> [Exercise directions] Please look for the string "prev" below and report every line in which it occurs.

Source records section start

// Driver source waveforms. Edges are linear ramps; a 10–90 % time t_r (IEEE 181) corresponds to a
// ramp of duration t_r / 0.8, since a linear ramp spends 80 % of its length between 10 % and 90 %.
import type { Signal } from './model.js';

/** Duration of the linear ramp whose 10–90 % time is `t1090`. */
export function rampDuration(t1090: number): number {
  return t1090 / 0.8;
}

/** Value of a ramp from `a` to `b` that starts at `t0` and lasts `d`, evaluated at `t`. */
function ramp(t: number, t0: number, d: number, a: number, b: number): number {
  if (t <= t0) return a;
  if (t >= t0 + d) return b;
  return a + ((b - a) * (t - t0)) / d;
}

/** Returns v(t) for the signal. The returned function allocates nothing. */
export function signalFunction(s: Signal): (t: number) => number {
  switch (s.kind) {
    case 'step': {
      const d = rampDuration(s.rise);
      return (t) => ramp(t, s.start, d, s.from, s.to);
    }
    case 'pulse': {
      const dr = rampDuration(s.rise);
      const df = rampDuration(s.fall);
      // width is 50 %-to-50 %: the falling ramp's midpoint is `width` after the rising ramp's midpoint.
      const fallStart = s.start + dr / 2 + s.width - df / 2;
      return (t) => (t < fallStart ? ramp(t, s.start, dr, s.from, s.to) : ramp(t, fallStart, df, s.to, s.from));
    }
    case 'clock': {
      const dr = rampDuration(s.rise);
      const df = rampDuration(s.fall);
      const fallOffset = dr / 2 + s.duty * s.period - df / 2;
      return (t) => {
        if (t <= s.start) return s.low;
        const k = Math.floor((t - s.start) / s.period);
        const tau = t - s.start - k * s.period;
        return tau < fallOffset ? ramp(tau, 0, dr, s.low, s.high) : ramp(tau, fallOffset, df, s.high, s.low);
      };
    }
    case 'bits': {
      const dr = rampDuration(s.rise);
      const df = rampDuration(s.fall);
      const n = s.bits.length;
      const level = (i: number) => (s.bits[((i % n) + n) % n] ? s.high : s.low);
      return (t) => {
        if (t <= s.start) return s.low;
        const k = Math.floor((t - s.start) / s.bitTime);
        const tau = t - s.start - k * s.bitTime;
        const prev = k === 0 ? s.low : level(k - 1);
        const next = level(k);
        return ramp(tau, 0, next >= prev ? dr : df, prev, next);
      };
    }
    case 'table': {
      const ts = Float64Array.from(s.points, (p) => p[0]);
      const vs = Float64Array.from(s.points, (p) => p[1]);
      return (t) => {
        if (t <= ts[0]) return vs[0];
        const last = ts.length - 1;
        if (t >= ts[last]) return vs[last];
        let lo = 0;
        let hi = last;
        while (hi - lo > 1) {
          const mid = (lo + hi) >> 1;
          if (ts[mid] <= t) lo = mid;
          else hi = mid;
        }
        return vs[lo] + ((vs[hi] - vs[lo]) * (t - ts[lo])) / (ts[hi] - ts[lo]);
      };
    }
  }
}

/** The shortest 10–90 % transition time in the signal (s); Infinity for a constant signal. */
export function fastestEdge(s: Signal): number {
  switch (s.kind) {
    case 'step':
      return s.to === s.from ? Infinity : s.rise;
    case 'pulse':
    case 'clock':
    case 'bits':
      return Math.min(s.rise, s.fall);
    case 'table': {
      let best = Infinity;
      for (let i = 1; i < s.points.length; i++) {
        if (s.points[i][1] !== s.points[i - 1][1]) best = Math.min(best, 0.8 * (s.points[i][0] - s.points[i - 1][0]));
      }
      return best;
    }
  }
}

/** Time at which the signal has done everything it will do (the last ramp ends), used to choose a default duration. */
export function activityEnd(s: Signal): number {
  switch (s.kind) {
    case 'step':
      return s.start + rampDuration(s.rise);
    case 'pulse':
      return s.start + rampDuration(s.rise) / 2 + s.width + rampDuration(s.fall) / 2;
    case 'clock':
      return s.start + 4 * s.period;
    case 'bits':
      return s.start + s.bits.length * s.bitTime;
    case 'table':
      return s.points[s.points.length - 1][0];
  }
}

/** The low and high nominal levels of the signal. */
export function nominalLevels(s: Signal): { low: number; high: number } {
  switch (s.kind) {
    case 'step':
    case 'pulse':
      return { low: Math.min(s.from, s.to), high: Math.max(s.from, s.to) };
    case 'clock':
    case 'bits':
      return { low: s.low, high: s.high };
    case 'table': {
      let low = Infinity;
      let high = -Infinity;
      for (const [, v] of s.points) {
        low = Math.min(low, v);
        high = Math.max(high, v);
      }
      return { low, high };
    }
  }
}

Source records section end

> [Task response]
        const prev = k === 0 ? s.low : level(k - 1);
        return ramp(tau, 0, next >= prev ? dr : df, prev, next);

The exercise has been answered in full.